▸ TASK STATEMENT
When a line of the entries contains the word "found", report that line.

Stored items
◆ ◆ ◆ ◆ ◆

/** Options as given (CLI or a partial result's `options`), checked and put in canonical form. */
export function normalizeScanOptions(options: unknown): ScanOptions {
  const o = (options ?? {}) as Record<string, unknown>;
  const axis = (value: unknown, option: string): ScanAxis => {
    if (typeof value === 'string') return parseAxisOption(value, option);
    const a = (value ?? {}) as Record<string, unknown>;
    if (typeof a.path !== 'string' || typeof a.lo !== 'number' || typeof a.hi !== 'number' || typeof a.n !== 'number') {
      throw new InputError([{ path: option, expected: 'an axis PATH:lo:hi:n', found: describeFound(value) }]);
    }
    return parseAxisOption(`${a.path}:${a.lo}:${a.hi}:${a.n}`, option);
  };
  const x = axis(o.x, '--x');
  const y = axis(o.y, '--y');
  if (samePath(x.path, y.path)) {
    throw new InputError([
      {
        path: '--y',
        expected: `a PATH other than --x's (${x.path}): the two axes must vary two different fields`,
        found: describeFound(y.path),
      },
    ]);
  }
  const samples = o.samples === undefined ? DEFAULT_MAP_SAMPLES : o.samples;
  if (typeof samples !== 'number' || !Number.isInteger(samples) || samples < 2 || samples > MAX_SCAN_SAMPLES) {
    throw new InputError([{ path: '--samples', expected: `an integer from 2 to ${MAX_SCAN_SAMPLES}`, found: describeFound(samples) }]);
  }
  if (x.n * y.n > MAX_SCAN_CELLS) {
    throw new InputError([{ path: '--x, --y', expected: `at most ${MAX_SCAN_CELLS} cells in all`, found: `${x.n} x ${y.n} = ${x.n * y.n}` }]);
  }
  return { x: { ...x }, y: { ...y }, samples };
}

// ---------------------------------------------------------------------------------------------
// The grid of cell scenarios.

interface ScanGrid {
  options: ScanOptions;
  xValues: number[];
  yValues: number[];
  /** Validated scenario of every cell, row-major with y outer. */
  scenarios: Scenario[];
}

function setAt(root: unknown, segments: readonly Segment[], value: number): void {
  let node = root as Record<string | number, unknown>;
  for (const s of segments.slice(0, -1)) node = node[s] as Record<string | number, unknown>;
  node[segments[segments.length - 1]] = value;
}
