/// Refuses settings whose rows in flight would not fit in memory. Per row: the deletion
/// and replacement inputs (`masks x (1 + draws)` rows of `d` values, the empty coalition's
/// extra draws included), the path points of every baseline candidate (`steps + 1` per
/// draw of `uniform:N` / `reference:N`), each held about three times over (the inputs,
/// their embedding, the scoring's work); one row per thread at a time.
fn check_working_memory(settings: &AuditSettings, d: usize, masks: usize) -> Result<()> {
    let rows_of = |spec: &BaselineSpec| -> u128 {
        match spec {
            BaselineSpec::Uniform(n) | BaselineSpec::Reference(n) => *n as u128,
            _ => 1,
        }
    };
    let path_rows: u128 = match &settings.baseline {
        BaselineChoice::Fixed(spec) => rows_of(spec),
        BaselineChoice::Best(list) => list.iter().map(rows_of).fold(0, u128::saturating_add),
    };
    let masked = (masks as u128).saturating_mul((settings.draws as u128).saturating_add(2));
    let path = (settings.steps as u128)
        .saturating_add(1)
        .saturating_mul(path_rows);
    let per_row = masked
        .saturating_add(path)
        .saturating_mul(d as u128)
        .saturating_mul(8 * 3);
    let threads = rayon::current_num_threads() as u128;
    crate::memory::check_need(per_row.saturating_mul(threads), || {
        format!(
            "--samples {} with --draws {}, --steps {} over {path_rows} baseline path(s), {d} \
             features, {threads} rows at a time",
            settings.samples, settings.draws, settings.steps
        )
    })
}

◆ ◆ ◆ ◆ ◆

▸ EXERCISE ANSWER
      throw new InputError([{ path: option, expected: 'an axis PATH:lo:hi:n', found: describeFound(value) }]);
        found: describeFound(y.path),
    throw new InputError([{ path: '--samples', expected: `an integer from 2 to ${MAX_SCAN_SAMPLES}`, found: describeFound(samples) }]);
    throw new InputError([{ path: '--x, --y', expected: `at most ${MAX_SCAN_CELLS} cells in all`, found: `${x.n} x ${y.n} = ${x.n * y.n}` }]);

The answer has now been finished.